2025年11月16日(日)

世界潮流を読む 岡崎研究所論評集

2025年10月31日

 ワシントンポスト紙コラムニストのザカリアが、10月9日付けの論説‘Five realities about the new Middle East’において、ガザ停戦は中東の政治状況が追い風となって成立したが、永続的な平和の実現は関係勢力や関係国が二国家解決案を受け入れるかどうかにかかっていると、中東の5つの現実を挙げて論じている。

(AP/アフロ)

 ドナルド・トランプはしばしば「取引する大統領」と呼ばれるが、ガザ停戦合意は彼のそうした面が成功につながった。合意はまだ第一段階であり、関係者が約束を破れば破綻するか行き詰る可能性があるが、チャンスとして試す価値は十分ある。またそこには今日の中東に関する5つの重要な現実が表れている。

 第1の現実は、イスラエルが圧倒的に強い立場にあるということだ。今回のディールはイスラエルの案、あるいは少なくともイスラエルが許容できる米国の案だった。

 第2に、イスラエルから譲歩を得ることはできるが、それには政治的資本と手腕が必要だ。トランプは両方を賢く使ってネタニヤフ首相にディールを受け入れさせた。

 トランプはイスラエルの人々に強く支持されており、イスラエルがドーハにいたハマス幹部を殺害した地域で強い逆風を浴びると、トランプはこの支持を利用してネタニヤフに圧力をかけたのだ。そして、ハマスによる停戦案の部分的受け入れを全面的受け入れのように装って、強引にディールを成立させた。

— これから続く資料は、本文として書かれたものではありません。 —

"""The commands of ``slicetime``, one module each (``show``, ``audit``, ``verify``,
``correct``, ``fix``, ``timing``, ``explain``, ``demo``), and :mod:`.shared`: the
option groups, errors and helpers they share. The group in
:mod:`slicetime.interfaces.cli` imports a command's module only when it is used."""
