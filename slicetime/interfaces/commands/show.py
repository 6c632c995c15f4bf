"""``slicetime show FILE``: one run (or one DICOM series) in full."""

from __future__ import annotations

import os
import sys
from pathlib import Path
from typing import NoReturn

import click

from slicetime.interfaces.commands.shared import (
    EXIT_FINDINGS,
    UserError,
    former_spelling,
    friendly,
    interrupted,
    policy_option,
    starting,
)
from slicetime.model import FailOn


@click.command()
@click.argument("file", type=click.Path(path_type=Path))
@click.option("--format", "fmt", type=click.Choice(["text", "json"]), default="text",
              show_default=True, help="json: print the run object of the JSON report.")
@click.option("--json", "former_json", is_flag=True, hidden=True,
              help="Former spelling of --format json (read until the next release).")
@click.option("--fail-on", type=click.Choice(FailOn.CHOICES), default="error",
              show_default=True, help="Exit 1 when one of the run's findings reaches this "
              "severity.")
@policy_option()
@friendly
def show(file: Path, fmt: str, former_json: bool, fail_on: str,
         policy_file: Path | None) -> None:
    """Show one run: its schedule, where each value came from, its scheme and findings.

    FILE is the run's image or its own sidecar (_bold.json). The findings are
    exactly those `slicetime audit` gives the run: its dataset is audited (header
    bytes only) with the lab policy, so the dataset-wide checks are included.
    A DICOM file or series folder shows the series' own slice times and scheme.
    """
    with starting("show"):
        from slicetime.interfaces.report_json import dumps, run_object
        from slicetime.interfaces.terminal import make_console, render_show
        from slicetime.model import Counts
        from slicetime.pipelines.audit import inspect_run
        from slicetime.pipelines.signals import test_point
        from slicetime.readers.dicom import is_dicom_input

        if former_json:
            former_spelling("show --json", "show --format json")
        as_json = former_json or fmt == "json"
        series = is_dicom_input(str(file))
        target = None if series else _show_target(file)
    if target is None:
        try:
            test_point("show:series")
            _show_series(file, as_json)
        except KeyboardInterrupt:
            _interrupted("while the series was read or shown")
        return
    try:
        test_point("show:audit")
        run = inspect_run(target, policy_file=policy_file)
    except KeyboardInterrupt:
        _interrupted("while the run's dataset was audited, before anything was shown")
    try:
        test_point("show:print")
        if as_json:
            from slicetime.interfaces.source_view import run_source_object

            obj = run_object(run)
            if run.record.source is not None:
                obj["source"] = run_source_object(run.record)
            click.echo(dumps(obj))
        else:
            from slicetime.interfaces.source_view import render_run_source

            render_show(run, make_console())
            render_run_source(run.record, make_console())
    except KeyboardInterrupt:
        _interrupted("while the run was shown (what is on screen may be cut short)")
    if FailOn.parse(fail_on).reached(Counts.of(run.findings)):
        sys.exit(EXIT_FINDINGS)


def _interrupted(what: str) -> NoReturn:
    """Ctrl-C: one line saying how far ``show`` got (it writes no file), exit 130."""
    interrupted(f"{what}; show writes no file")


def _show_target(file: Path) -> Path:
    """The run image that ``show FILE`` means (:func:`~slicetime.readers.dataset.given_run`);
    a folder or a path that does not exist is a usage mistake."""
    from slicetime.readers.dataset import given_run

    if not os.path.lexists(file):
        raise UserError(f"{file}: file does not exist")
    if file.is_dir():
        raise UserError(f"{file}: a folder; show takes one run (its image or its own sidecar); "
                        f"to check every run under it: slicetime audit {file}")
    return given_run(file)


def _show_series(file: Path, as_json: bool) -> None:
    from slicetime.interfaces.source_view import show_series
    from slicetime.interfaces.terminal import make_console

    show_series(str(file), as_json, make_console())  # ReadError: one line, exit 2
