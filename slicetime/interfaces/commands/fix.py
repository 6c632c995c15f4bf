"""``slicetime fix PATHS``: repair slice-timing metadata (a dry run unless --apply;
--undo restores from a journal)."""

from __future__ import annotations

import shlex
import sys
from collections.abc import Callable, Iterable
from pathlib import Path
from typing import TYPE_CHECKING, NoReturn

import click

from slicetime.interfaces.commands.shared import (
    JOBS_LIGHT,
    UserError,
    executor_options,
    friendly,
    interrupted,
    on_interrupt,
    policy_option,
    run_executor,
    say_finished_despite_interrupt,
    source_options,
    source_settings,
    starting,
)
from slicetime.interfaces.screen import say

if TYPE_CHECKING:
    from slicetime.model import Finding
    from slicetime.pipelines.fix import FixPlan
    from slicetime.pipelines.transaction import ApplyResult


@click.command()
@click.argument("paths", nargs=-1, type=click.Path(path_type=Path))
@click.option("--apply", "do_apply", is_flag=True,
              help="Write the changes (default: only show them). Each file is backed up first.")
@click.option("--backup-dir", type=click.Path(path_type=Path, file_okay=False),
              help="Where --apply keeps the originals and the journal (default: a "
              "<dataset>-slicetime-backups folder beside the dataset).")
@click.option("--undo", "undo_journal", type=click.Path(path_type=Path, dir_okay=False),
              help="Restore the files a journal (from an earlier --apply) records.")
@click.option("--plan", "plan_file", type=click.Path(path_type=Path, dir_okay=False),
              help="Without --apply: save the plan to this file. With --apply: apply exactly "
              "this saved plan (files changed since it was made are refused).")
@click.option("--per-run", is_flag=True,
              help="Write every repair into the run's own sidecar, never into an inherited one.")
@click.option("--consolidate", "consolidate", multiple=True, metavar="FIELD",
              help="Move FIELD, when every run of a task and acquisition has the same value in "
              "its own sidecar, into one top-level sidecar (repeatable).")
@click.option("--spread", "spread", multiple=True, metavar="FIELD",
              help="The reverse: copy FIELD from the shared sidecar that gives it into each "
              "run's own sidecar and remove it there (repeatable).")
@click.option("--replace-links", is_flag=True,
              help="Replace a sidecar that is a symbolic link (annexed) by a regular file "
              "instead of refusing it.")
@click.option("--rewrite-read-only", is_flag=True,
              help="Rewrite sidecars that have no write permission (they stay read-only) "
              "instead of refusing them.")
@policy_option("Its expected protocols can rebuild missing timing.")
@executor_options(default=JOBS_LIGHT)
@source_options(purpose="Used to rebuild timing from sourcedata/.")
@friendly
def fix(
    paths: tuple[Path, ...],
    do_apply: bool,
    backup_dir: Path | None,
    undo_journal: Path | None,
    plan_file: Path | None,
    per_run: bool,
    consolidate: tuple[str, ...],
    spread: tuple[str, ...],
    replace_links: bool,
    rewrite_read_only: bool,
    policy_file: Path | None,
    jobs: int | None,
    scheduler: str | None,
    source_check: bool | None,
    source_map: Path | None,
) -> None:
    """Repair slice-timing metadata in sidecars: a dry run unless --apply.

    \b
    Exit status: 0 nothing to do (or everything applied / restored); 1 changes
    are planned (dry run), a fixable finding is not planned (listed with the
    reason), or some files were refused; 2 bad usage.
    \b
    Examples:
      slicetime fix ds/            # show the planned changes as diffs
      slicetime fix ds/ --apply    # write them, with backups and a journal
      slicetime fix --undo ds-slicetime-backups/<UTC time>/journal.json
      slicetime fix --undo JOURNAL ds-copy/  # the dataset moved or copied
    \b
    Backups go to <dataset>-slicetime-backups/<UTC time stamp>/ beside the
    dataset (or --backup-dir); --apply prints the journal's exact path. Ctrl-C
    during --apply puts back what was written; after a kill, the next fix or
    undo does.
    """
    with starting("fix"):
        from slicetime.interfaces.safe_text import xml_safe
        from slicetime.interfaces.terminal import make_console, render_fix_plan
        from slicetime.pipelines import fix as fixing
        from slicetime.pipelines.signals import test_point

        console = make_console()
    try:
        if undo_journal is not None:
            if len(paths) > 1 or do_apply:
                raise UserError("--undo takes the journal and at most one PATH (the dataset, "
                                "when it was moved or copied), and no --apply")
            _fix_undo(undo_journal, paths[0] if paths else None)
        if do_apply and plan_file is not None:
            if paths:
                raise UserError("--apply --plan FILE applies the saved plan; give no PATH")
            with on_interrupt("while the saved plan was read; nothing was written",
                              "fix:read-plan"):
                plan = fixing.read_plan(plan_file)
                fixing.check_policies(plan, policy_file)
        else:
            with on_interrupt("before the plan was made; nothing was written (an earlier "
                              "interrupted apply being put back is finished by the next fix)",
                              "fix:inputs"):
                _check_inputs(paths, plan_file if not do_apply else None, backup_dir,
                              [policy_file, source_map])
            try:
                with run_executor(jobs, scheduler) as executor:
                    test_point("fix:plan")
                    plan = fixing.plan_fix(list(paths), per_run=per_run,
                                           policy_file=policy_file, executor=executor,
                                           consolidate=consolidate, spread=spread,
                                           source=source_settings(source_check, source_map))
            except KeyboardInterrupt:  # the audit for the plan: nothing is written yet
                interrupted("while the runs were audited for the plan; nothing was written")
            with on_interrupt("while the plan was checked or shown (what was printed may be "
                              "cut short); nothing was written", "fix:show"):
                # the dry run names what --apply would refuse (one refusal writes nothing)
                plan.notes.extend(f"--apply would refuse it, and then write nothing: {line}"
                                  for line in fixing.preflight(plan, replace_links,
                                                               rewrite_read_only))
                hint = None
                if not do_apply and plan_file is None:
                    given = " ".join(shlex.quote(xml_safe(str(p))) for p in paths)
                    hint = f"to write them: slicetime fix {given} --apply"
                render_fix_plan(plan, console, apply_hint=hint)
        if not do_apply:
            if plan_file is not None:
                with on_interrupt(f"while the plan was saved; {xml_safe(plan_file)} not "
                                  "written, nothing in the dataset changed", "fix:save"):
                    fixing.write_plan(plan, plan_file)
                say(f"plan saved to {xml_safe(plan_file)}; apply it with: slicetime fix "
                    f"--apply --plan {xml_safe(plan_file)}")
            sys.exit(1 if plan.changes or plan.unplanned else 0)
        if not plan.changes:
            sys.exit(1 if plan.unplanned else 0)
        # the apply notes signals itself (nothing written, or everything put back);
        # a Ctrl-C here comes before it started
        with on_interrupt("before anything was written; nothing was written"):
            applied = fixing.apply_plan(plan, backup_dir=backup_dir,
                                        replace_links=replace_links,
                                        rewrite_read_only=rewrite_read_only)
    except fixing.Interrupted as exc:  # the files written were put back
        say(f"slicetime: {xml_safe(str(exc))}", err=True)
        sys.exit(exc.exit_code)
    except fixing.TransactionError as exc:  # FixError and the transaction's refusals
        raise UserError(xml_safe(str(exc))) from None
    except OSError as exc:
        where = f"{exc.filename}: " if exc.filename else ""
        raise UserError(xml_safe(f"{where}cannot write ({exc.strerror or exc}); nothing in "
                                 "the dataset was changed")) from None
    _finish_apply(plan, applied, lambda: fixing.reaudit(
        plan, policy_file=policy_file, source=source_settings(source_check, source_map)))


def _check_inputs(paths: tuple[Path, ...], plan_out: Path | None, backup_dir: Path | None,
                  inputs: list[Path | None]) -> None:
    """Before any planning: PATHs given, no output that would overwrite an input, PATHs
    that hold runs; a transaction a kill interrupted in one of their datasets is
    finished first (``fixing.recover``), with a line on stderr for each file."""
    from slicetime.interfaces.safe_text import xml_safe
    from slicetime.pipelines import fix as fixing
    from slicetime.pipelines.audit import check_paths_hold_runs
    from slicetime.readers.dataset import check_writes, find_root

    if not paths:
        raise UserError("fix: give the dataset or runs to repair (PATH...)")
    check_writes(list(paths), {"--plan": plan_out}, folders={"--backup-dir": backup_dir},
                 inputs=inputs)
    check_paths_hold_runs(list(paths))
    for line in fixing.recover([str(find_root(p)) for p in paths]):
        say(f"slicetime: {xml_safe(line)}", err=True)


def _finish_apply(plan: FixPlan, applied: ApplyResult,
                  reaudit: Callable[[], list[Finding]]) -> NoReturn:
    """After ``--apply`` wrote its files: what was written, refused and recovered, where
    the journal is, then the re-audit of the repaired runs; exits (1 when something was
    refused or not planned, 130 after a Ctrl-C that stopped the re-audit)."""
    from slicetime.interfaces.safe_text import xml_safe
    from slicetime.pipelines.signals import signals_noted, test_point
    from slicetime.words import agree, count

    code = 1 if applied.refused or plan.unplanned else 0
    with signals_noted() as noted:  # the files are written: this summary is printed whole
        test_point("fix:summary")
        _say("slicetime: ", applied.recovered, err=True)
        _say("written   ", applied.written)
        _say("refused   ", applied.refused)
        if applied.refused:
            say(f"nothing was written: {len(applied.refused)} of {len(plan.changes)} files "
                "would be refused, and a plan is applied whole or not at all")
        if applied.journal is not None:
            _say_journal(xml_safe(applied.journal))
    # a Ctrl-C while the summary was printed, or after the apply's last file (while its
    # journal was finished and its locks released)
    late = bool(noted) or applied.late_signal
    if not applied.written or applied.journal is None:
        if late:
            say_finished_despite_interrupt("the apply")
        sys.exit(code)
    # the re-audit is what is left: a Ctrl-C before or during it stops there, and says so
    undo = f"slicetime fix --undo {xml_safe(applied.journal)}"
    n = len(applied.written)
    stopped = f"the {count(n, 'file')} above {agree(n, 'was')} written (undo with: {undo})"
    if late:
        interrupted(f"before the re-audit; {stopped}")
    try:
        test_point("fix:reaudit")
        left = reaudit()
    except KeyboardInterrupt:
        interrupted(f"during the re-audit (not finished); {stopped}")
    with signals_noted() as noted:
        for finding in left:
            say(f"still     {xml_safe(finding.one_line())}")
        if not left:
            say("re-audit: the repaired runs are clean for the repaired codes")
    if noted:
        say_finished_despite_interrupt("fix --apply")
    sys.exit(code)


def _say_journal(journal: str) -> None:
    """Where the backups and the journal are, and the undo command, each whole (a path
    is copied from here): too long for the screen, it goes on its own line."""
    from slicetime.interfaces import screen

    width = screen.width_for(sys.stdout)
    for label, value in (("backups and journal:", journal),
                         ("undo with:", f"slicetime fix --undo {journal}")):
        if width is None or len(label) + 1 + len(value) <= width:
            say(f"{label} {value}")
        else:
            say(f"{label}\n  {value}")


def _say(label: str, items: Iterable[str], note: str = "", *, err: bool = False) -> None:
    """One line per item: ``label``, the item made safe to print, then ``note``."""
    from slicetime.interfaces.safe_text import xml_safe

    for item in items:
        say(f"{label}{xml_safe(item)}{note}", err=err)


def _fix_undo(journal: Path, at: Path | None) -> None:
    """``fix --undo JOURNAL [PATH]``: restore (the dataset at PATH when it was moved or
    copied), then say exactly what was and was not done."""
    from slicetime.interfaces.safe_text import xml_safe
    from slicetime.pipelines import fix as fixing

    try:
        with on_interrupt("while the journal was read, before any file was restored; "
                          "nothing was restored", "undo:read"):
            undone = fixing.undo(journal, at)
    except OSError as exc:
        raise UserError(xml_safe(f"{journal}: cannot undo ({exc.strerror or exc}); nothing "
                                 "was restored")) from None
    _say("slicetime: ", undone.recovered, err=True)
    _say("restored  ", undone.restored)
    _say("unchanged ", undone.already, "  (already restored)")
    _say("unchanged ", undone.never_written, "  (never written: the apply stopped before it)")
    _say("refused   ", undone.refused)
    if undone.failure is not None:
        say(f"slicetime: {xml_safe(undone.failure)}", err=True)
        sys.exit(2)
    if undone.signal is not None:  # stopped between two files, each restored whole
        from slicetime.words import agree, count

        n = len(undone.restored)
        interrupted(f"after {count(n, 'file')} {agree(n, 'was')} restored (listed above); "
                    f"{count(undone.left, 'file')} not restored yet: run the same undo again")
    if undone.late_signal:
        say_finished_despite_interrupt("the undo")
    sys.exit(1 if undone.refused else 0)
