"""``slicetime verify FILES``: each run's claimed slice order against its image data."""

from __future__ import annotations

import sys
from pathlib import Path

import click

from slicetime.interfaces.commands.shared import (
    EXIT_FINDINGS,
    EXIT_USAGE,
    JOBS_HEAVY,
    UserError,
    executor_options,
    friendly,
    interrupted,
    interruptible,
    run_executor,
)
from slicetime.interfaces.screen import say
from slicetime.model import FailOn


@click.command()
@click.argument("files", nargs=-1, required=True, type=click.Path(path_type=Path))
@click.option("--format", "fmt", type=click.Choice(["text", "json"]), default="text",
              show_default=True, help="Report format on stdout (json holds the numbers).")
@click.option("--fail-on", type=click.Choice(FailOn.CHOICES), default="warning",
              show_default=True, help="Exit 1 when a run's verdict reaches this severity "
              "(contradicted is a warning, the other verdicts are notes: error never "
              "exits 1).")
@executor_options(default=JOBS_HEAVY + "; one for a single file")
@friendly
@interruptible("while the runs were read or the report printed; verify writes no file "
               "(what was printed may be cut short)", "verify:start")
def verify(files: tuple[Path, ...], fmt: str, fail_on: str, jobs: int | None,
           scheduler: str | None) -> None:
    """Check each run's claimed slice order against its own image data.

    Verdicts: supported, consistent (fits, but another order fits about as
    well), contradicted (naming the order that fits better, by its scheme
    label; its slice times are in the JSON report) or undecidable (saying why).
    Exit 1 when a verdict reaches --fail-on (by default: a claim contradicted),
    2 when a file cannot be read.
    """
    from slicetime.interfaces.report_json import dumps, verdict_of, verify_object
    from slicetime.interfaces.safe_text import xml_safe
    from slicetime.interfaces.screen import unicode_wanted, width_for
    from slicetime.interfaces.verify_screen import run_lines, summary_line, unreadable_lines
    from slicetime.pipelines.executor import Interrupted
    from slicetime.pipelines.verify import verify_files
    from slicetime.readers.dataset import given_run

    for file in files:
        if file.is_dir():
            raise UserError(f"{file}: a folder; verify takes run files (to check every run "
                            f"under a folder: slicetime audit {file} --verify)")
    files = tuple(given_run(file) for file in files)  # a sidecar: its run; a .bval: exit 2
    if jobs is None and scheduler is None and len(files) == 1:
        jobs = 1
    try:
        with run_executor(jobs, scheduler, light=False, small_results=True) as executor:
            results = verify_files([str(f) for f in files], executor)
    except Interrupted as stop:  # Ctrl-C: what was done, in one line, as audit says it
        finished = sum(1 for r in stop.results if r is not None)
        interrupted(f"; {finished} of {len(stop.results)} runs verified, no report written")
    outcomes = [r.outcome for r in results if r.outcome is not None]
    unreadable = [{"file": r.file, "code": r.code or "file/unreadable",
                   "message": r.message or r.file} for r in results if r.outcome is None]
    for item in unreadable:
        say(f"slicetime: {xml_safe(item['message'])}", err=True)
    if fmt == "json":
        click.echo(dumps(verify_object(outcomes, unreadable)))
    else:
        width = width_for(sys.stdout)
        unicode = unicode_wanted(sys.stdout)
        for result in results:
            if result.outcome is not None:
                lines = run_lines(result.outcome, width, unicode=unicode)
            else:
                lines = unreadable_lines(result.file, result.message or "", width,
                                         unicode=unicode)
            text = "\n".join(lines)
            say(text)
        say(summary_line([verdict_of(o) for o in outcomes], len(unreadable)))
    if unreadable:
        sys.exit(EXIT_USAGE)
    threshold = FailOn.parse(fail_on)
    if any(threshold.fails(o.finding.severity) for o in outcomes):
        sys.exit(EXIT_FINDINGS)
    sys.exit(0)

 第3に、今回の交渉の中に新しい中東の現実を見ることができる。交渉には、ハマスと共にエジプト、イスラエル、カタール、米国が参加した。新しい中東で支配的なのはイスラエルと湾岸諸国で、中でも目覚ましいのが小国カタールだ。

 人口はわずか40万だが、イランやハマスも含めてあらゆる関係者との協議を厭わない鋭敏な指導者のおかげで紛争調停に欠かせない存在になった。エジプトなど古い中東が汎アラブ主義を掲げ、パレスチナのテロを推す大国に主導されたのに対し、湾岸諸国は近代化、技術的進歩、そして何よりも平和と安定を求める。